The happy ending to the refrigerator story is that Simone was eventually hired as a comic book writer, first by Marvel Comics, and eventually with a long-term contract at DC Comics. In 2003 she took on the only really major all-female superhero group, Birds of Prey, a snappy, aggressive team fronted by Oracle—the former Batgirl who had been rendered paraplegic by the Joker—now one of comic’s most assertive and brilliant characters. Simone also became the longest-running female writer ever to render the adventures of Wonder Woman, beginning in 2007. Her point of view about superheroines (and refrigerators) was simple: “If you demolish most of the characters girls like, the girls won’t read comics. That’s it!”

Still, female characters continued to be demolished: in one outrageous sequence during the 2004 Identity Crisis series, the wife of DC’s Elongated Man hero, Sue Dibny, was raped by a second-rate villain in the Justice League’s headquarters and subsequently murdered. It was paradoxical that such “refrigerator” moments occurred at DC in the 1990s into the 21st century, as the company had been led by a woman since 1976. Jenette Kahn was a publishing wunderkind in her twenties, energizing a host of teenager magazines, when Warner Communications brought her on board to revitalize its superhero publications and the way they met the public. She became President of DC Comics in 1981 and steered the company through several successes, not the least of which was pioneering relationships with creators that gave them unprecedented royalties and participation. Before Kahn stepped down in 2002, she promoted Karen Berger to become editor of DC’s groundbreaking Vertigo line in 1993; Berger was generally regarded to be one of the industry’s most sensitive and courageous editors; she served out her tenure until 2013.

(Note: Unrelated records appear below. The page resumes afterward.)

HTMX = {"HX-Request": "true"}
# Session, sign-in and habits; then pattern, shades, shelf, sizes, ending, gauge, knotted length.
MOST_QUERIES = 20


@pytest.fixture
def pattern(maker) -> Pattern:
    return make_pattern()


@pytest.fixture
def shades(db) -> list[Shade]:
    return [make_shade("M1", "Madder"), make_shade("I1", "Indigo"), make_shade("W1", "Weld")]


def new(pattern: Pattern) -> str:
    return reverse("colourway_new", args=[pattern.pk])


def selected(page: str, name: str) -> str:
    select = page[page.index(f'<select name="{name}"') :]
    return re.search(r'<option value="([^"]*)" selected>', select[: select.index("</select>")])[1]


def typed(shades: list[Shade], **changes) -> dict:
    slots = {f"slot_{slot}": shade.pk for slot, shade in zip("ABC", shades, strict=True)}
    return {"name": "Dusk"} | slots | changes


def test_colourway_new_without_shades_says_to_add_them_first(maker, pattern):
    page = maker.get(new(pattern)).content.decode()
    assert "You have no shades yet" in page
    assert reverse("shade_new") in page
    assert "Save the colourway" not in page


def test_colourway_new_asks_for_every_slot_with_its_strands(maker, pattern, shades):
    page = maker.get(new(pattern)).content.decode()
    assert "A: strands 1, 2" in page
    assert "C: strands 5, 6" in page
    assert "M1 Madder" in page


def test_colourway_new_saves_the_choice_and_shows_it(maker, pattern, shades):
    response = maker.post(new(pattern), typed(shades), follow=True)
    colourway = Colourway.objects.get()
    assert colourway.shades_by_slot() == dict(zip("ABC", shades, strict=True))
    assert response.redirect_chain[-1][0].endswith(f"?colourway={colourway.pk}")
    assert reverse("batch_list") in response.content.decode()


@pytest.mark.parametrize(
    ("change", "words"),
    [
        ({"name": ""}, "Fill this in."),
        ({"name": "n" * 61}, "At most 60 characters"),
        ({"name": "a\0"}, "hidden character"),
        ({"slot_B": ""}, "Choose a shade for B."),
        ({"slot_B": "999999"}, "That shade is not on your list."),
        ({"slot_B": "\0"}, "That shade is not on your list."),
        ({"slot_B": "<script>"}, "That shade is not on your list."),
    ],
)
def test_colourway_new_wrong_says_what_and_keeps_the_rest(maker, pattern, shades, change, words):
    response = maker.post(new(pattern), typed(shades, **change))
    page = response.content.decode()
    assert words in page
    assert f'<option value="{shades[2].pk}" selected>' in page
    assert not Colourway.objects.exists()


def test_colourway_new_with_a_taken_name_says_so(maker, pattern, shades):
    make_colourway(pattern, "Dusk")
    page = maker.post(new(pattern), typed(shades, name="DUSK")).content.decode()
    assert "Ferry stripe has a colourway called DUSK already." in page
    assert Colourway.objects.count() == 1


def test_colourway_preview_draws_and_saves_nothing(maker, pattern, shades):
    red = make_shade("R1", colour="#aa1122")
    data = typed(shades, slot_A=red.pk, slot_C="", preview="yes")
    whole = maker.post(new(pattern), data).content.decode()
    fragment = maker.post(new(pattern), data, headers=HTMX).content.decode()
    assert not Colourway.objects.exists()
    for page in (whole, fragment):
        assert 'fill="#aa1122"' in page
    assert "Choose a shade for C." not in whole
    assert f'<option value="{red.pk}" selected>' in whole
    assert fragment.lstrip().startswith('<div id="colourway-band"')
    assert '<div class="advice" id="advice-A" hx-swap-oob="true">' in fragment
    assert "hx-swap-oob" not in whole


@pytest.mark.parametrize("value", ["abc", "-1", "9" * 5_000, "\0"])
def test_colourway_preview_of_anything_is_answered(maker, pattern, shades, value):
    response = maker.post(new(pattern), {"preview": "yes", "slot_A": value, "name": value})
    assert response.status_code == 200


def test_colourway_edit_starts_from_what_is_chosen(maker, pattern, shades):
    maker.post(new(pattern), typed(shades))
    colourway = Colourway.objects.get()
    url = reverse("colourway_edit", args=[colourway.pk])
    page = maker.get(url).content.decode()
    for slot, shade in zip("ABC", shades, strict=True):
        assert selected(page, f"slot_{slot}") == str(shade.pk)
    maker.post(url, typed(shades[::-1], name="Dawn"))
    colourway.refresh_from_db()
    assert colourway.name == "Dawn"
    assert colourway.shades_by_slot()["A"] == shades[2]
    assert Colourway.objects.count() == 1


def test_colourway_edit_completes_what_lacked_a_shade(maker, pattern, shades):
    colourway = make_colourway(pattern, "Dusk")
    colourway.shades.filter(slot="B").delete()
    maker.post(reverse("colourway_edit", args=[colourway.pk]), typed(shades))
    assert set(Colourway.objects.get().shades_by_slot()) == {"A", "B", "C"}


def test_colourway_remove_can_be_undone(maker, pattern, shades):
    maker.post(new(pattern), typed(shades))
    before = Colourway.objects.get()
    was = before.shades_by_slot()
    response = maker.post(reverse("colourway_remove", args=[before.pk]), follow=True)
    assert not Colourway.objects.exists()
    page = response.content.decode()
    assert "Undo" in page
    undo = {"name": "Dusk"} | {f"slot_{slot}": shade.pk for slot, shade in was.items()}
    for name, value in undo.items():
        assert f'name="{name}" value="{value}"' in page
    maker.post(new(pattern), undo)
    assert Colourway.objects.get().shades_by_slot() == was


def test_colourway_remove_in_use_is_refused_with_the_reason(maker, pattern):
    colourway = make_colourway(pattern)
    make_order(make_batch(), colourway)
    response = maker.post(reverse("colourway_remove", args=[colourway.pk]), follow=True)
    assert "Harbour is used by 1 order line." in response.content.decode()
    assert Colourway.objects.exists()


def test_colourway_pages_wrong_method_and_signed_out(maker, client, pattern):
    colourway = make_colourway(pattern)
    assert maker.get(reverse("colourway_remove", args=[colourway.pk])).status_code == 405
    assert maker.put(new(pattern)).status_code == 405
    assert client.get(new(pattern)).status_code == 302
    assert client.post(reverse("colourway_remove", args=[colourway.pk])).status_code == 302
    assert Colourway.objects.exists()


def test_colourway_that_is_not_there_is_not_found(maker):
    assert maker.get(reverse("colourway_new", args=[99])).status_code == 404
    assert maker.get(reverse("colourway_edit", args=[99])).status_code == 404
    assert maker.post(reverse("colourway_remove", args=[99])).status_code == 404


def looked_at(maker, pattern: Pattern, **chosen: Shade) -> str:
    data = {f"slot_{slot}": shade.pk for slot, shade in chosen.items()}
    return words(maker.post(new(pattern), {"preview": "yes", **data}).content.decode())


def words(page: str) -> str:
    """The page without its tags, blanks put together."""
    return re.sub(r" ([.:])", r"\1", " ".join(unescape(re.sub(r"<[^>]*>", " ", page)).split()))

The infamous “woman in a refrigerator” sequence from Green Lantern #54 (1994).

One of Kahn’s greatest achievements, by her own reckoning, is that “when I came to DC Comics we were 35 people on staff, two of whom were women—one secretary and one in production. By the time I left DC, we were 250 people of which half were women. As women got more involved in the workplace, and as creators of comic book stories, the things that perhaps were directed solely to a young male reader began to be directed also to young women as well.” Kahn still realizes that comic book superheroes have traditionally had the imprimatur of a male fantasy audience and male fantasy creators: “I always said that the [male] artists drew the men they wanted to be like and the women they wanted to be with—which is why they often had pneumatic breasts.”

Whether or not female superheroes will ever really share the dais with the male superheroes at the Comic Book Hall of Fame awards dinner remains to be seen. But, for what it’s worth, poor Ms. Marvel’s career appears to be on an upswing. Thanks to the sponsorship of Iron Man (himself a recovering alcoholic), Carol Danvers got herself straightened out, rejoined the ranks of the Avengers, and reclaimed the name of Ms. Marvel. After proving her worth to Captain America one more time (tough taskmaster, that Cap), he encouraged her to assume the mantle of the great Kree warrior (who had been killed off a few years before). So, in 2012, Carol Danvers was given her own Captain Marvel book, complete with a smashing new uniform, a great haircut, and a female writer, Kelly Sue DeConnick. “[The use of ‘Ms.’] made her feel like an auxiliary character,” said DeConnick, who insisted on the name change. “She got her powers from Captain Marvel and he’s gone. If somebody’s going to pick up that mantle, it’s Carol. She’s knew him, she respected him, she shares his DNA. She’s earned it.”

Ms. Marvel gets a well-deserved promotion to Captain Marvel (art by Ed McGuinness).

The new comic was subtitled “Earth’s Mightiest Mortal” in a wink to the original Captain Marvel from way back when. It was about time.